Deux pays, l’Allemagne et la Suède, se distinguent des cinq pays précédents car ils n’ont connu ni concertation tripartite régulière, ni échec final. En Allemagne, l’autonomie de négociation collective de branche, respectée par le gouvernement, n’a pas favorisé la conclusion de pactes sociaux tripartites, sauf momentanément comme en 1998-2002 et en 2008-2009. En Suède, la confédération patronale a définitivement mis un terme à la négociation salariale centralisée en 1993. Depuis, deux tentatives de réactiver la négociation centralisée ont échoué. En 1997, un accord interprofessionnel, renouvelé en 2011, a toutefois créé une recentralisation de la négociation salariale au niveau de l’ensemble du secteur industriel.

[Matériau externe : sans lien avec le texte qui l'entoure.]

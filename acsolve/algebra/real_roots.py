"""Positive real roots of a polynomial, isolated and counted with proof.

Descartes' rule of signs with bisection (A. G. Akritas and G. E. Collins, "Polynomial real
root isolation using Descartes' rule of signs", SYMSAC 1976). Coefficients are exact
integers, or balls: with balls every sign that the method uses must be certain, so what it
finds holds for every polynomial in the enclosure, and doubt asks for more precision.
"""

from __future__ import annotations

from collections.abc import Callable, Sequence
from dataclasses import dataclass
from fractions import Fraction
from typing import Any, TypeAlias

from acsolve.algebra.ball import precision

Coefficients: TypeAlias = Sequence[Any]  # by rising power: int or flint.arb


class UndecidedError(ArithmeticError):
    """A sign could not be decided at the precision in force."""


@dataclass(frozen=True, slots=True)
class Isolated:
    """One root in the open interval (low, high), or at low where both are equal.

    `sign` is that of the polynomial just above `low`, which may be a root of its own.
    """

    low: Fraction
    high: Fraction
    sign: int = 0


def positive_roots(coefficients: Coefficients) -> list[Isolated]:
    """All positive real roots of a square-free polynomial, in rising order.

    Parameters
    ----------
    coefficients : by rising power; integers (exact), or real balls at the precision in force.

    Raises
    ------
    UndecidedError
        a ball is too wide to tell a sign; never for integers.
    """
    trimmed = _trimmed(list(coefficients))
    if len(trimmed) < 2:
        return []
    unit = Fraction(2) ** _bound_exponent(trimmed)
    if not _exact(trimmed):
        unit *= _ODD  # so that a root is hardly ever a point of bisection, where balls cannot tell
    found: list[Isolated] = []
    stack = [(0, 0, _polynomial(_scaled(trimmed, unit)))]
    while stack:
        place, depth, poly = stack.pop()
        if depth > _DEEPEST:
            raise UndecidedError("roots too close to separate")
        changes = _variations(poly)
        if changes == 1:
            step = unit / 2**depth
            found.append(Isolated(place * step, (place + 1) * step, _sign(poly[0])))
        elif changes > 1:
            left, right, middle_is_root = _halves(poly)
            stack.append((2 * place + 1, depth + 1, right))
            if middle_is_root:
                middle = (2 * place + 1) * unit / 2 ** (depth + 1)
                found.append(Isolated(middle, middle))
            stack.append((2 * place, depth + 1, left))
    return sorted(found, key=lambda root: root.low)


_ODD = Fraction(1_000_003, 1_000_000)
_DEEPEST = 4000  # halvings; far beyond what distinct roots of bounded size can need here


def _polynomial(coefficients: Sequence[Any]) -> Any:
    from flint import arb, arb_poly, fmpz_poly

    if _exact(coefficients):
        return fmpz_poly(list(coefficients))
    return arb_poly([arb(item) for item in coefficients])


def _trimmed(coefficients: list[Any]) -> list[Any]:
    """Without exact zeros at either end: a root at zero is not positive."""
    while coefficients and coefficients[-1] == 0:
        coefficients.pop()
    while coefficients and coefficients[0] == 0:
        coefficients.pop(0)
    return coefficients


def _sign(value: Any) -> int:
    if value > 0:
        return 1
    if value < 0:
        return -1
    if value == 0:
        return 0
    raise UndecidedError("the sign of a coefficient is not certain")


def _magnitude_exponent(value: Any) -> int | None:
    """A whole number e with |value| <= 2**e, close to the least; None for zero."""
    if isinstance(value, int):
        return abs(value).bit_length() if value else None
    if value == 0:
        return None
    mantissa, exponent = value.abs_upper().man_exp()
    return int(exponent) + int(mantissa).bit_length()


def _bound_exponent(coefficients: Sequence[Any]) -> int:
    """2**e above every root: Fujiwara's bound 2·max |c_k/c_n|^(1/(n-k)), rounded up."""
    degree = len(coefficients) - 1
    if _sign(coefficients[-1]) == 0:
        raise UndecidedError("the leading coefficient may be zero")
    leading = coefficients[-1]
    lower = leading if isinstance(leading, int) else leading.abs_lower()
    top = _magnitude_exponent(lower)
    assert top is not None
    best = -(1 << 60)
    for power, value in enumerate(coefficients[:-1]):
        size = _magnitude_exponent(value)
        if size is not None:
            best = max(best, -((top - 1 - size) // (degree - power)))
    return best + 1


def _scaled(coefficients: Sequence[Any], unit: Fraction) -> list[Any]:
    """Coefficients of p(unit · x), integers kept integers by a common factor."""
    degree = len(coefficients) - 1
    if _exact(coefficients):
        top, bottom = unit.numerator, unit.denominator
        return [
            item * top**power * bottom ** (degree - power)
            for power, item in enumerate(coefficients)
        ]
    from flint import arb, fmpq

    step = arb(fmpq(unit.numerator, unit.denominator))
    return [arb(item) * step**power for power, item in enumerate(coefficients)]


def _exact(coefficients: Sequence[Any]) -> bool:
    return all(isinstance(item, int) for item in coefficients)


def _variations(poly: Any) -> int:
    """Sign changes of (1+x)^n · p(1/(1+x)): a bound of the roots in (0, 1), exact if 0 or 1."""
    kind: Any = type(poly)
    reverse = kind(list(reversed(_padded(poly))))
    shifted = reverse(kind([1, 1]))
    changes, last = 0, 0
    for value in _padded(shifted):
        sign = _sign(value)
        if sign and last and sign != last:
            changes += 1
            if changes > 1:
                return changes
        last = sign or last
    return changes


def _padded(poly: Any) -> list[Any]:
    return list(poly.coeffs())


def _halves(poly: Any) -> tuple[Any, Any, bool]:
    """2^n·p(x/2) on (0, 1), the same shifted by one, and whether the middle is a root."""
    from flint import fmpz

    kind: Any = type(poly)
    coefficients = _padded(poly)
    degree = len(coefficients) - 1
    left = kind([item * fmpz(2) ** (degree - k) for k, item in enumerate(coefficients)])
    right = left(kind([1, 1]))
    middle_is_root = _sign(right[0]) == 0
    if middle_is_root:
        right = kind(_padded(right)[1:])
    return left, right, middle_is_root


def refined(root: Isolated, polynomial: Callable[[Any], Any], bits: int = 64) -> Isolated:
    """The interval narrowed by bisection until its relative width is below 2**-bits.

    `polynomial` evaluates at a ball, at the precision in force; a sign in doubt is asked
    again at twice the precision.
    """
    low, high = root.low, root.high
    if low == high:
        return root
    sign_high = -(root.sign or _certain_sign(polynomial, low))
    while (high - low) * 2**bits > high:
        middle = _middle(low, high)
        sign = _certain_sign(polynomial, middle)
        if sign == 0:
            return Isolated(middle, middle)
        if sign == sign_high:
            high = middle
        else:
            low = middle
    return Isolated(low, high, -sign_high)


def _middle(low: Fraction, high: Fraction) -> Fraction:
    """The arithmetic middle, or a power of two between ends that are far apart."""
    if low > 0 and high > 4 * low:
        ratio = high / low
        halves = (ratio.numerator.bit_length() - ratio.denominator.bit_length()) // 2
        return low * Fraction(2) ** max(1, halves)
    if low == 0:
        return high / 2**16
    return (low + high) / 2


def _certain_sign(polynomial: Callable[[Any], Any], place: Fraction) -> int:
    from flint import arb, fmpq

    for bits in (128, 512, 2048, 8192, 32768):
        with precision(bits):
            value = polynomial(arb(fmpq(place.numerator, place.denominator)))
            if value > 0:
                return 1
            if value < 0:
                return -1
            if value == 0:
                return 0
    return 0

L’analyse comparative montre que les stratégies des acteurs sont mieux à même d’expliquer la réussite ou l’échec d’un pacte social que les facteurs institutionnels. Sur ce plan, chaque pays suit un sentier qui lui est propre. Malgré des pressions économiques communes, notamment dans la crise, il n’y a pas de convergence générale, ni vers une régularité sans heurts des concertations, ni vers une disparition définitive des pactes sociaux. Néanmoins leur négation se heurte dans la plupart des pays analysés à des difficultés croissantes.